**Assignment**.
Your task is to retype every entry exactly, omitting nothing.

BEGIN Material for this task

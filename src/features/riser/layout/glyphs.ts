import type { Device } from '../../../../shared/model/device.ts'
import { find, type JobDocument } from '../../../../shared/model/jobDocument.ts'
import type { Plate } from '../../../../shared/model/place.ts'
import type { Glyph } from './riserLayout.ts'

/** Where a device's picture goes, seen from its plate. */
export type GlyphPlace = 'below' | 'above' | 'beside' | 'on'

const sizes: Record<Glyph, readonly [w: number, h: number, place: GlyphPlace]> = {
  speaker: [13, 20, 'below'],
  box: [14, 17, 'below'],
  display: [46, 25, 'above'],
  subwoofer: [16, 17, 'above'],
  shade: [26, 20, 'below'],
  screen: [24, 15, 'below'],
  desk: [36, 4, 'above'],
  camera: [17, 9, 'beside'],
  contact: [12, 11, 'below'],
  service: [14, 10, 'below'],
  mast: [18, 32, 'above'],
  drop: [10, 15, 'beside'],
  keypad: [13, 17, 'below'],
  dome: [17, 17, 'below'],
}

/** Size of a device's picture and where it hangs. A display is as wide as the runs behind it. */
export function glyphSize(glyph: Glyph, runs = 2): readonly [w: number, h: number, place: GlyphPlace] {
  const size = sizes[glyph]
  if (glyph !== 'display') return size
  const w = Math.min(50, Math.max(34, runs * 17.5))
  return [w, w * 0.56, size[2]]
}

/**
 * The picture of a device, by what its model is and what its plate looks like; null where the plate's own face says it
 * already (a ceiling speaker, an access point, a keypad).
 */
export function glyphOf(doc: JobDocument, device: Device, plate: Plate | null): Glyph | null {
  const model = find(doc, 'deviceModel', device.modelId)
  const connector = model?.terminals[0]?.connector
  switch (model?.category) {
    case 'speaker':
      if (plate?.mounting === 'ceiling') return null
      return plate?.form === 'exterior-box' || plate?.form === 'stub' ? 'box' : plate ? 'speaker' : 'dome'
    case 'display':
      return 'display'
    case 'subwoofer':
      return 'subwoofer'
    case 'shade':
      return 'shade'
    case 'camera':
      return 'camera'
    case 'access-point':
      return plate?.mounting === 'ceiling' ? null : plate ? 'service' : 'dome'
    case 'keypad':
      if (plate?.jacks.some((jack) => jack.connector === 'keypad')) return null
      return connector === 'modular' ? 'screen' : 'keypad'
    case 'volume-control':
      return plate ? null : 'keypad'
    case 'sensor':
      return plate && plate.heightMm < 300 ? 'drop' : 'contact'
    case 'service':
      return connector === 'coax' && model.terminals.length === 1 ? 'mast' : 'service'
    case 'other':
      return connector === 'modular' ? 'desk' : 'service'
    default:
      return 'service'
  }
}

END Material for this task

**Result for this task**.
filename src/features/riser/layout/glyphs.ts
import type { Device } from '../../../../shared/model/device.ts'
import { find, type JobDocument } from '../../../../shared/model/jobDocument.ts'
import type { Plate } from '../../../../shared/model/place.ts'
import type { Glyph } from './riserLayout.ts'

/** Where a device's picture goes, seen from its plate. */
export type GlyphPlace = 'below' | 'above' | 'beside' | 'on'

const sizes: Record<Glyph, readonly [w: number, h: number, place: GlyphPlace]> = {
  speaker: [13, 20, 'below'],
  box: [14, 17, 'below'],
  display: [46, 25, 'above'],
  subwoofer: [16, 17, 'above'],
  shade: [26, 20, 'below'],
  screen: [24, 15, 'below'],
  desk: [36, 4, 'above'],
  camera: [17, 9, 'beside'],
  contact: [12, 11, 'below'],
  service: [14, 10, 'below'],
  mast: [18, 32, 'above'],
  drop: [10, 15, 'beside'],
  keypad: [13, 17, 'below'],
  dome: [17, 17, 'below'],
}

/** Size of a device's picture and where it hangs. A display is as wide as the runs behind it. */
export function glyphSize(glyph: Glyph, runs = 2): readonly [w: number, h: number, place: GlyphPlace] {
  const size = sizes[glyph]
  if (glyph !== 'display') return size
  const w = Math.min(50, Math.max(34, runs * 17.5))
  return [w, w * 0.56, size[2]]
}

/**
 * The picture of a device, by what its model is and what its plate looks like; null where the plate's own face says it
 * already (a ceiling speaker, an access point, a keypad).
 */
export function glyphOf(doc: JobDocument, device: Device, plate: Plate | null): Glyph | null {
  const model = find(doc, 'deviceModel', device.modelId)
  const connector = model?.terminals[0]?.connector
  switch (model?.category) {
    case 'speaker':
      if (plate?.mounting === 'ceiling') return null
      return plate?.form === 'exterior-box' || plate?.form === 'stub' ? 'box' : plate ? 'speaker' : 'dome'
    case 'display':
      return 'display'
    case 'subwoofer':
      return 'subwoofer'
    case 'shade':
      return 'shade'
    case 'camera':
      return 'camera'
    case 'access-point':
      return plate?.mounting === 'ceiling' ? null : plate ? 'service' : 'dome'
    case 'keypad':
      if (plate?.jacks.some((jack) => jack.connector === 'keypad')) return null
      return connector === 'modular' ? 'screen' : 'keypad'
    case 'volume-control':
      return plate ? null : 'keypad'
    case 'sensor':
      return plate && plate.heightMm < 300 ? 'drop' : 'contact'
    case 'service':
      return connector === 'coax' && model.terminals.length === 1 ? 'mast' : 'service'
    case 'other':
      return connector === 'modular' ? 'desk' : 'service'
    default:
      return 'service'
  }
}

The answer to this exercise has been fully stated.